At that time I had some re-connection with Kinakin, as he approached me about my thoughts on the record in a series of social media posts from fellow musicians and fans about how the original release had impact on them back in the 1990s, to which I wrote the below. I had sporadic interactions with Kinakin online over the years after leaving Vancouver, but unfortunately with moving halfway around the world almost twenty years ago, the gaps of distance, culture, physical location and the changing of people over time made it more difficult to keep close ties to Vancouver as I would have envisioned in a more “perfect world” I suppose.

Following Products And Accessories, the band continued releasing material on labels such as the famous Seattle-based Sub Pop Records and Revelation Records, including a compilation of odds and ends called Treasure Chest in 1999 when the band was closing up shop so to speak.
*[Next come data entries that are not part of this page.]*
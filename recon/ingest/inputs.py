"""Values that serve others' conversion chains: moisture, density, strength, as in force then."""

from __future__ import annotations

from dataclasses import dataclass
from datetime import date, timedelta
from typing import TYPE_CHECKING

import numpy as np

from recon.findings import Severity
from recon.ingest.context import FULL
from recon.ingest.decided import decide
from recon.ingest.estimates import stand_in
from recon.ingest.laboratory import canonical
from recon.ingest.reading import Error, Pull, together
from recon.ingest.sources import shared_pulls

if TYPE_CHECKING:
    from collections.abc import Iterable

    from recon.declare.site import Instrument
    from recon.ingest.context import Context
    from recon.ingest.laboratory import Laboratory
    from recon.ingest.measured import Correction


@dataclass(frozen=True, kw_only=True)
class Input:
    """
    A second value of a chain.

    Attributes
    ----------
    tag : str
    value : float
        Canonical unit, after decisions.
    as_read : float
        Before decisions.
    pulls : tuple of Pull
        How its errors enter it, absolute [canonical unit per unit of the error].
    estimated : bool
    evidence : tuple of str
    corrections : tuple of Correction
        Of the input itself; ``set aside`` leaves no input.
    """

    tag: str
    value: float
    as_read: float
    pulls: tuple[Pull, ...]
    estimated: bool = False
    evidence: tuple[str, ...] = ()
    corrections: tuple[Correction, ...] = ()


class Inputs:
    """
    Finds the input in force for a tag on a day.

    Parameters
    ----------
    context : Context
    laboratory : Laboratory
    """

    def __init__(self, context: Context, laboratory: Laboratory) -> None:
        self._context = context
        self._laboratory = laboratory
        self._found: dict[tuple[str, date, str], Input | None] = {}

    def on(self, tag: str, day: date, lot: str = "") -> Input | None:
        """
        Give an input, or None with a finding where there is no number.

        An assay is the sample in force (of the lot where one is named), a rate or totaliser its
        mean of the day. Missing values stand in by the instrument's estimate rule only.
        """
        key = (tag, day, lot)
        if key not in self._found:
            self._found[key] = self._look(tag, day, lot)
        return self._found[key]

    def _look(self, tag: str, day: date, lot: str) -> Input | None:
        context = self._context
        instrument = context.version(day).instrument[tag]
        found = (
            self._assayed(instrument, day, lot)
            if instrument.kind == "assay"
            else self._metered(instrument, day)
        )
        if found is None:
            found = self._by_rule(instrument, day)
        if found is None:
            context.find(
                "missing-input",
                tag,
                f"{tag}, {day}: no usable value and no estimate rule that gives one; what is "
                "computed with it has no number. Enter the result or declare a rule.",
                day=day,
            )
        return found

    def _assayed(self, instrument: Instrument, day: date, lot: str) -> Input | None:
        speaking = self._laboratory.on(instrument.tag, day, lot)
        if not speaking:
            return None
        factor = canonical(instrument)
        read = sum(s.value * w for s, w in speaking)
        decided = decide(self._context, instrument.tag, day, read)
        if decided.set_aside or decided.raw is None:
            return None
        own = own_u(instrument, read, self._laboratory.daily(instrument.tag).values())
        pulls = [
            Pull(
                error=Error(
                    name=f"{instrument.tag} {s.document}", first=s.hours[0][0], u=own, own=True
                ),
                factor=weight * factor,
                relative=False,
            )
            for s, weight in speaking
            if own > 0
        ]
        return Input(
            tag=instrument.tag,
            value=decided.raw * factor,
            as_read=read * factor,
            pulls=(*pulls, *_absolute(self._context, instrument, day, decided.raw * factor)),
            evidence=tuple(s.evidence for s, _ in speaking),
            corrections=decided.corrections,
        )

    def _metered(self, instrument: Instrument, day: date) -> Input | None:
        tag_day = self._context.tag_days.get((instrument.tag, day))
        if tag_day is None or tag_day.mean is None or tag_day.amount is None:
            return None
        if tag_day.covered_hours < FULL * tag_day.running_hours:
            return None
        decided = decide(self._context, instrument.tag, day, tag_day.mean)
        if decided.set_aside or decided.raw is None:
            return None
        factor = canonical(instrument)
        own = own_u(instrument, tag_day.mean, ())
        error = Error(name=f"{instrument.tag} {day}", first=day, u=own, own=True)
        pulls = (Pull(error=error, factor=factor, relative=False),) if own > 0 else ()
        return Input(
            tag=instrument.tag,
            value=decided.raw * factor,
            as_read=tag_day.mean * factor,
            pulls=(*pulls, *_absolute(self._context, instrument, day, decided.raw * factor)),
            evidence=(tag_day.chunk,),
            corrections=decided.corrections,
        )

    def _by_rule(self, instrument: Instrument, day: date) -> Input | None:
        if instrument.estimate is None or instrument.kind != "assay":
            return None
        known = self._laboratory.daily(instrument.tag)
        standin = stand_in(instrument.estimate, known, day)
        if standin is None:
            return None
        say_estimate(self._context, instrument, day, standin.value, standin.u, standin.revisions)
        factor = canonical(instrument)
        since = max(d for d in known if d < day) + timedelta(days=1)
        error = Error(name=f"{instrument.tag} by rule", first=since, u=1.0, own=True)
        return Input(
            tag=instrument.tag,
            value=standin.value * factor,
            as_read=standin.value * factor,
            pulls=(
                Pull(error=error, factor=standin.u * factor, relative=False),
                *_absolute(self._context, instrument, day, standin.value * factor),
            ),
            estimated=True,
        )


def own_u(instrument: Instrument, value: float, known: Iterable[float]) -> float:
    """Own standard uncertainty of an input [its unit]; relative to the median of known values."""
    declared = instrument.uncertainty
    if declared is None:
        return 0.0
    values = list(known)
    reference = float(np.median(values)) if values else value
    relative = np.sqrt(
        declared.relative**2 + declared.sampling**2 + declared.preparation**2 + declared.analysis**2
    )
    return float(np.hypot(declared.zero, relative * reference))


def say_estimate(
    context: Context, instrument: Instrument, day: date, value: float, u: float, revisions: int
) -> None:
    """Note a value that stands in by rule, and where its uncertainty comes from."""
    rule = instrument.estimate
    assert rule is not None
    words = "last known value" if rule.rule == "last" else f"mean of the last {rule.days} days"
    basis = f"{revisions} past revisions" if revisions else "an assumed 10 %"
    context.find(
        "estimated",
        instrument.tag,
        f"{instrument.tag}, {day}: not yet known; the {words}, {value:g} {instrument.unit} with "
        f"u {u:.2g} from {basis}, stands in.",
        day=day,
        severity=Severity.NOTE,
    )


def _absolute(
    context: Context, instrument: Instrument, day: date, value: float
) -> tuple[Pull, ...]:
    """Declared sources of an input as absolute pulls on its value."""
    pulls = shared_pulls(context, instrument, day, per_unit=canonical(instrument))
    return together(
        Pull(error=p.error, factor=p.factor * (value if p.relative else 1.0), relative=False)
        for p in pulls
    )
Products And Accessories is still available through Indecision Records, but for a mildly curious you can also check out the digital version and previews on Sparkmarker‘s own BandCamp account below, along with a few other key tracks from the band and a video clip from the Vancouver punk/hardcore archival Instagram account Flex Your History when the band was featured on Canada’s music channel MuchMusic back in the 1990s.

As a final note, another connection with this band that I had was that drummer Rob Zgaljic from Sparkmarker had a brief tenure as the drummer for my old band Radio Berlin back in the early 2000s. He still plays today with the Vancouver-based post-punk group Red Vienna.